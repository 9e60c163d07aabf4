// SPDX-License-Identifier: GPL-3.0-or-later
// Two steady tones and the products between them: what modulation and difference-frequency methods
// share, for any pair and ratio. A product k1 f1 + k2 f2 is referred to both tones' own phases,
// block by block.
//
// Options of a step: tones_hz (f1, f2) and ratio (amplitude of f1 over that of f2) where the method
// allows them. Tones are played as coherent.h's coherent_pair() says. The two peaks add to that of
// the sine whose level the drive names.
#pragma once

#include <array>
#include <complex>
#include <map>
#include <optional>
#include <span>
#include <string>
#include <utility>
#include <vector>

#include "method/hold.h"
#include "method/method.h"
#include "method/tone_lines.h"

namespace kneeprint {

struct TonePair {
  std::string_view method;
  Hertz f1, f2;        ///< as asked, f1 < f2
  double ratio = 1.0;  ///< amplitude of f1 over that of f2
  /// A segment in which f2 sounds alone, at its own level, shows what stands on its sidebands
  /// already.
  bool f2_alone = false;
  bool as_named = true;  ///< tones and ratio are the method's own: a measured floor belongs to it

  double share1() const { return ratio / (1.0 + ratio); }  ///< of the peak
  double share2() const { return 1.0 / (1.0 + ratio); }
};

TonePair with_options(TonePair pair, const StepOptions& options);

int two_tone_first_hold_blocks(const TonePair& pair, const TakeSpec& spec, Hertz rate);
Seconds two_tone_block_length(const TonePair& pair, const TakeSpec& spec, Hertz rate);
std::size_t two_tone_length(const TonePair& pair, const TakeSpec& spec, Hertz rate);
Stimulus two_tone_stimulus(const TonePair& pair, const TakeSpec& spec, Hertz rate);
/// Throws InputError: the upper tone is past what a converter at this rate passes, or no block
/// holds whole cycles of both.
void check_pair(const TonePair& pair, Hertz rate);

/// A method of two tones: `read` is TakeVerdict(const TonePair&, const TakeSpec&, const TakeData&,
/// const RigView&, Curves&), `predict` vector<PredictedProduct>(const TonePair&, const
/// TwoToneCurve&, double peak); kPair's tones are replaced by those of the step's options.
template <const TonePair& kPair, auto read, auto predict>
Method two_tone_method(std::string_view title, std::string_view source, MethodNeeds needs) {
  static constexpr auto pair_of = [](const StepOptions& o) { return with_options(kPair, o); };
  return {
      kPair.method,
      title,
      source,
      Placement::every_rung,
      std::move(needs),
      [](const TakeSpec& s, Hertz r) {
        return two_tone_first_hold_blocks(pair_of(s.options), s, r);
      },
      [](const TakeSpec& s, Hertz r) { return two_tone_block_length(pair_of(s.options), s, r); },
      [](const TakeSpec& s, Hertz r) { return two_tone_stimulus(pair_of(s.options), s, r); },
      [](const TakeSpec& s, const TakeData& take, const RigView& rig, Curves& out) {
        return read(pair_of(s.options), s, take, rig, out);
      },
      [](const TwoToneCurve& curve, const StepOptions& o, double peak) {
        return predict(pair_of(o), curve, peak);
      },
      [](const StepOptions& o, Hertz r) { check_pair(pair_of(o), r); },
      [](const TakeSpec& s, Hertz r) { return two_tone_length(pair_of(s.options), s, r); }};
}

class TwoToneReading {
 public:
  TwoToneReading(const TonePair& pair, const TakeSpec& spec, const TakeData& take,
                 const RigView& rig);

  const TakeVerdict& verdict() const { return verdict_; }
  /// False when a tone is under the noise: nothing can be referred to it.
  bool has_tones() const { return has_tones_; }

  /// As ToneLines::product, of the settled blocks.
  const Line& product(ProductIndex p) const;

  /// What products are referred to.
  struct Reference {
    Line line;           ///< amplitude
    double share = 1.0;  ///< of the stimulus' peak
    bool both = false;
  };
  Reference upper_tone() const;  ///< |U(f2)|
  Reference both_tones() const;  ///< |U(f1)| + |U(f2)|

  /// Several products over a reference as one row named `name`: their arithmetic sum (IEC 60268-3)
  /// or their root sum of squares. The row is empty when one of them falls on another product of
  /// order up to 5: then it cannot be told apart.
  struct Row {
    RelativeReading reading;
    IntermodPoint point;
    bool readable = true;
  };
  Row arithmetic_sum(const std::string& name, std::span<const ProductIndex> products,
                     const Reference& reference) const;
  Row root_sum(const std::string& name, std::span<const ProductIndex> products,
               const Reference& reference) const;
  /// sqrt(a^2 + b^2) as row `name`.
  IntermodPoint total(const std::string& name, const Row& a, const Row& b) const;

  /// Every product to order 5, the tones too. Where several fall on one frequency each row says so
  /// and holds their sum.
  void list_products(const Reference& reference, std::vector<ProductPoint>& out) const;

 private:
  struct Part;
  Part single(ProductIndex p, const Reference& reference) const;
  Row finish(const std::string& name, const Part& part, const Reference& reference) const;
  IntermodPoint blank(const std::string& name) const;
  ProductPoint listed(ProductIndex p, const Reference& reference) const;
  RelativeReading relative(const Part& part, const Reference& reference) const;
  RelativeReading relative_tone(ProductIndex p, const Reference& reference) const;
  double rig_floor(ProductIndex p, const Reference& reference) const;
  std::optional<double> alone(ProductIndex p) const;
  std::size_t alone_stride() const;
  std::string falls_on(ProductIndex p) const;

  TonePair pair_;
  const RigView& rig_;
  LevelDbfs send_;
  Hertz rate_;
  CoherentPair tones_;
  HoldLayout hold_, tail_;
  ToneLines lines_;
  std::vector<std::complex<double>> alone_;  // f2 alone: lines at multiples of the stride, as peaks
  std::vector<ProductIndex> products_;
  // Kept once read: rows and lists ask for the same ones again and again.
  mutable std::map<ProductIndex, Line> read_;
  mutable std::map<int, double> floors_;  // the rig's, by order
  int first_ = 0;
  Flag take_flag_ = Flag::none;
  Line tone1_, tone2_;
  double drive_ = 0.0;
  LevelDbfs return_level_;
  bool has_tones_ = false;
  TakeVerdict verdict_;
};

}  // namespace kneeprint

******************************

# Problem
A complete answer gives every line of the records holding "peaks".

# Final answer
// allows them. Tones are played as coherent.h's coherent_pair() says. The two peaks add to that of
  std::vector<std::complex<double>> alone_;  // f2 alone: lines at multiples of the stride, as peaks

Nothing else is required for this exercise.